DATA TO EXAMINE:

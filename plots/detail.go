package plots

import (
	"math"
	"strings"

	"gonum.org/v1/plot/vg"
)

// detail draws the landing again, enlarged, in the column beside a view at whose scale
// the offset is a hair.
type detail struct {
	closeUp
	v       view
	caption []string
	dims    dimensioner
	dim     dimension
	at      dimPlace
	pl      *placer
	spot    vg.Point // where it lies in the view, pt
	round   float64  // radius of the circle around the spot, pt
	column  vg.Rectangle
}

// closeUp is what a detail shows. Its places are in m from the foot of the plumb line at
// the landing, y up along it.
type closeUp struct {
	landing  Point
	top      Point // of the plumb line
	offset   float64
	body     float64
	outlines []Outline
	track    track
	turned   bool // against the view
}

const (
	detailWidth = 150.0 // pt
	detailHigh  = 170.0
	detailShare = 0.34 // of the width, taken by the offset
	maxCaption  = 8    // lines
)

// newDetail takes the upper part of the column of s, for what lies at spot. words are what
// the view itself could not draw.
func newDetail(s *scene, spot vg.Point, c closeUp, words []string) *detail {
	high := math.Min(detailHigh, (s.sheet.side.Max.Y-s.sheet.side.Min.Y).Points()-maxCaption*sizeNote*lineHeight)
	box := vg.Rectangle{Min: vg.Point{X: s.sheet.side.Min.X, Y: s.sheet.side.Max.Y - vg.Length(high)}, Max: s.sheet.side.Max}
	perM := detailWidth * detailShare / math.Abs(c.landing.X)
	at := box.Min.Add(xy(detailWidth/2, high*0.55))
	d := &detail{closeUp: c, column: s.sheet.side, spot: spot, round: math.Max(7, s.ghost()+3)}
	d.v = look(box, perM, Point{c.landing.X / 2, c.landing.Y}, at, false)
	text := "Detail of the landing, " + signif(perM/s.v.perM, 2) + " times the size in the view: " + strings.Join(words, ", ") + "."
	if c.turned {
		text += " It is turned, so that the plumb line at landing is upright."
	}
	d.caption = wrap(text, detailWidth, sizeNote, false, maxCaption)
	d.pl = &placer{bounds: box}
	d.label()
	return d
}

func (d *detail) label() {
	v, land := d.v, d.landing
	level := v
	level.origin = v.pt(Point{0, land.Y})
	d.dims = dimensioner{deck: deckLine{v: level}, win: v.win}
	d.dim = dimension{s0: 0, s1: land.X, text: length(math.Abs(d.offset)), ink: inkText, tops: [2]Point{{}, {land.X, 0}}}
	d.at, _ = d.dims.fits(d.dim)
	for _, t := range d.dims.texts {
		d.pl.text(t)
	}
	d.pl.text(vg.Rectangle{Min: v.win.Min, Max: v.win.Min.Add(xy(detailWidth, 22))}) // the scale bar's
	d.pl.polyline(priceStrong, v.pts(d.track.at)...)
	d.pl.polyline(pricePlumb, v.pt(Point{0, land.Y}), v.pt(d.top))
	d.pl.mark(v.pt(land), dotRadius+1)
	out := xy(land.X*v.perM, 0)
	d.pl.add(label{s: "landing", size: sizeNote, ink: inkText, at: v.pt(land), clear: 4, want: out, need: true})
	d.pl.add(label{s: "plumb line", size: sizeNote, ink: inkSoft, at: v.pt(Point{0, land.Y}).Add(xy(0, 30)), clear: 2, want: out.Scale(-1)})
	d.pl.solve()
}

func (d *detail) paint(p *pad) {
	v, land := d.v, d.landing
	v.structure(p, d.outlines)
	p.rect(v.win, penFrame)
	v.strokeLine(p, penPlumb, v.pts([]Point{d.top, {}}))
	d.track.draw(p, v, 0)
	v.circle(p, penBody, land, d.body)
	d.dims.draw(p, d.dim, d.at)
	p.dot(v.pt(land), seriesInk(0))
	v.scaleBar(p, v.win.Min.Add(xy(10, 7)), 60)
	d.pl.draw(p)
	y := v.win.Min.Y.Points() - 10
	for i, l := range d.caption {
		p.text(text{s: l, at: xy(d.column.Min.X.Points(), y-float64(i)*sizeNote*lineHeight), size: sizeNote, ink: inkText})
	}
	p.stroke(penDim, p.circlePath(d.spot, vg.Length(d.round)))
	p.line(penLeader, d.pointer()...)
}

// pointer is the line from the circle in the view to the detail.
func (d *detail) pointer() []vg.Point {
	to := d.v.win.Min
	way := to.Sub(d.spot)
	return []vg.Point{d.spot.Add(way.Scale(vg.Length(d.round / math.Hypot(way.X.Points(), way.Y.Points())))), to}
}
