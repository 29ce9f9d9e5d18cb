package plots

import (
	"math"
	"strconv"
	"strings"

	"gonum.org/v1/plot"
)

// stepFor is the smallest of 1, 2, 5 times a power of ten that divides span into at
// most n parts; 0 if span is not a positive finite number.
func stepFor(span float64, n int) float64 {
	raw := span / float64(max(1, n))
	if !(raw > 0) || math.IsInf(raw, 0) {
		return 0
	}
	pow := math.Pow(10, math.Floor(math.Log10(raw)))
	for _, k := range []float64{1, 2, 5} {
		if k*pow >= raw*(1-1e-9) {
			return k * pow
		}
	}
	return 10 * pow
}

// roundBelow is the greatest of 1, 2, 5 times a power of ten that does not exceed v > 0.
func roundBelow(v float64) float64 {
	pow := math.Pow(10, math.Floor(math.Log10(v)))
	for _, k := range []float64{5, 2} {
		if k*pow <= v*(1+1e-9) {
			return k * pow
		}
	}
	return pow
}

// Ticks gives the multiples of a round step (1, 2, 5 times a power of ten) from min to
// max, both included to a part in 1e9 of the step, in at most n intervals, and the step.
// They are nil if min to max is not a finite range above zero.
func Ticks(min, max float64, n int) (ticks []float64, step float64) {
	step = stepFor(max-min, n)
	if step == 0 {
		return nil, 0
	}
	const slack = 1e-9
	first, last := math.Ceil(min/step-slack), math.Floor(max/step+slack)
	for i := 0; first+float64(i) <= last && i <= 2*n+2; i++ {
		ticks = append(ticks, (first+float64(i))*step)
	}
	return ticks, step
}

// tickText prints a tick with the digits that its step calls for.
func tickText(v, step float64) string {
	exp := int(math.Floor(math.Log10(step) + 1e-9))
	if biggest := math.Abs(v); exp < -5 || biggest >= 1e6 {
		s := strconv.FormatFloat(v, 'g', 6, 64)
		s = strings.Replace(s, "e+0", "e", 1)
		s = strings.Replace(s, "e+", "e", 1)
		s = strings.Replace(s, "e-0", "e-", 1)
		return strings.ReplaceAll(s, "-", minus)
	}
	return decimals(v, max(0, -exp))
}

// roundTicker is a plot.Ticker of round numbers, in at most n intervals. unit divides
// the values before they are printed, for an axis in mm of data in m; 0 means 1.
type roundTicker struct {
	n    int
	unit float64
}

var _ plot.Ticker = roundTicker{}

// Ticks implements plot.Ticker.
func (t roundTicker) Ticks(min, max float64) []plot.Tick {
	unit := t.unit
	if unit == 0 {
		unit = 1
	}
	values, step := Ticks(min/unit, max/unit, t.n)
	ticks := make([]plot.Tick, len(values))
	for i, v := range values {
		ticks[i] = plot.Tick{Value: v * unit, Label: tickText(v, step)}
	}
	return ticks
}

// roundOut widens min to max to whole steps, so that an axis begins and ends on a tick
// unless that would add more than a third of a step of empty paper.
func roundOut(min, max float64, n int) (lo, hi float64) {
	if min == max {
		d := math.Max(math.Abs(min)*0.1, 1e-3)
		min, max = min-d, max+d
	}
	_, step := Ticks(min, max, n)
	if step == 0 {
		return min, max
	}
	pad := (max - min) * 0.04
	lo, hi = min-pad, max+pad
	if down := math.Floor(min/step+1e-9) * step; min-down < 0.35*step {
		lo = down
	}
	if up := math.Ceil(max/step-1e-9) * step; up-max < 0.35*step {
		hi = up
	}
	return lo, hi
}
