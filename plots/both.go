package plots

import (
	"errors"
	"fmt"
	"strings"

	"gonum.org/v1/plot/vg"
)

// BothViewsSpec is what BothViews draws: one release on board and from outside, above one
// another, from the release to the landing. Titles, descriptions and notes of the two
// views are not used.
type BothViewsSpec struct {
	Title, Desc, Notes string // Desc is for readers who cannot see the figure; Notes may be empty

	Side     SideViewSpec
	Inertial InertialViewSpec
}

// BothViews draws a release in both frames, with a ruler of time between the views: its
// ticks are the marks on both tracks. It is an error if either view could not be drawn.
func BothViews(spec BothViewsSpec) (*Figure, error) {
	spec.Side.Title, spec.Side.Desc = spec.Title, spec.Desc
	spec.Inertial.Title, spec.Inertial.Desc = spec.Title, spec.Desc
	spec.Side.Rest = nil
	side, err := newSide(spec.Side)
	inertial, err2 := newInertial(spec.Inertial)
	if err = errors.Join(err, err2); err != nil {
		return nil, fmt.Errorf("both views: %w", err)
	}
	if l := spec.Side.Landing; l != nil {
		side.track = side.track.upTo(side.track.when(*l))
	}
	b := both{spec: spec, side: side, inertial: inertial}
	b.arrange()
	return newFigure(spec.Title, spec.Desc, b.w, b.h, b.paint)
}

// both is a sheet with two views at work.
type both struct {
	sheet
	spec     BothViewsSpec
	side     *side
	inertial *inertial
	ruler    timeRuler
}

const (
	headHigh  = 14.0 // pt above a view, for its name
	rulerHigh = 40.0
	lowShare  = 0.42 // of the height, which the view from outside may take
)

func (b *both) arrange() {
	plan := sheetPlan{title: b.spec.Title, notes: b.spec.Notes, upright: true}
	w, h := plan.room()
	b.sheet = plan.lay(w, h)
	end := b.side.track.moves()
	step := stepFor(end-b.side.track.t[0], 10)
	b.side.every, b.inertial.every = step, step

	free := h - 2*headHigh - rulerHigh - 2*stripHeight
	foot := b.win.Min.Y.Points()
	b.inertial.part = &part{wide: w, high: free * lowShare, foot: foot}
	b.inertial.arrange()
	top := b.inertial.win.Max.Y.Points() + headHigh
	b.ruler = newRuler(b.side.track, b.spec.Side.Landing, step, vg.Rectangle{Min: xy(margin, top), Max: xy(margin+w, top+rulerHigh)})
	foot = top + rulerHigh
	b.side.part = &part{wide: w, high: b.win.Max.Y.Points() - foot - stripHeight - headHigh, foot: foot}
	b.side.arrange()
}

func (b *both) paint(p *pad) {
	b.side.paintView(p)
	b.side.drawStrip(p, "spinward", "up", b.side.statement(""))
	b.inertial.paintView(p)
	b.inertial.drawStrip(p, "spinward", "up", spinNot(b.inertial.statement(b.inertial.dashed()), b.spec.Side.Spin))
	for _, v := range []struct {
		win   vg.Rectangle
		words string
	}{{b.side.win, "On board: in the habitat frame"}, {b.inertial.win, "From outside: in the inertial frame"}} {
		p.text(text{s: v.words, at: xy(v.win.Min.X.Points(), v.win.Max.Y.Points()+4), size: sizeLabel, bold: true, ink: inkText})
	}
	b.ruler.paint(p)
	b.sheet.draw(p)
}

// spinNot leaves out of a statement what the one above it says.
func spinNot(statement string, spin float64) string {
	return clean(strings.TrimPrefix(statement, spinStatement(spin)))
}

EXERCISE DIRECTIONS: Print exactly the lines above, between the one holding "foot := b.win.Min.Y.Points()" and the one holding "foot = top + rulerHigh", inclusive, and nothing besides.

SOLUTION BELOW:
	foot := b.win.Min.Y.Points()
	b.inertial.part = &part{wide: w, high: free * lowShare, foot: foot}
	b.inertial.arrange()
	top := b.inertial.win.Max.Y.Points() + headHigh
	b.ruler = newRuler(b.side.track, b.spec.Side.Landing, step, vg.Rectangle{Min: xy(margin, top), Max: xy(margin+w, top+rulerHigh)})
	foot = top + rulerHigh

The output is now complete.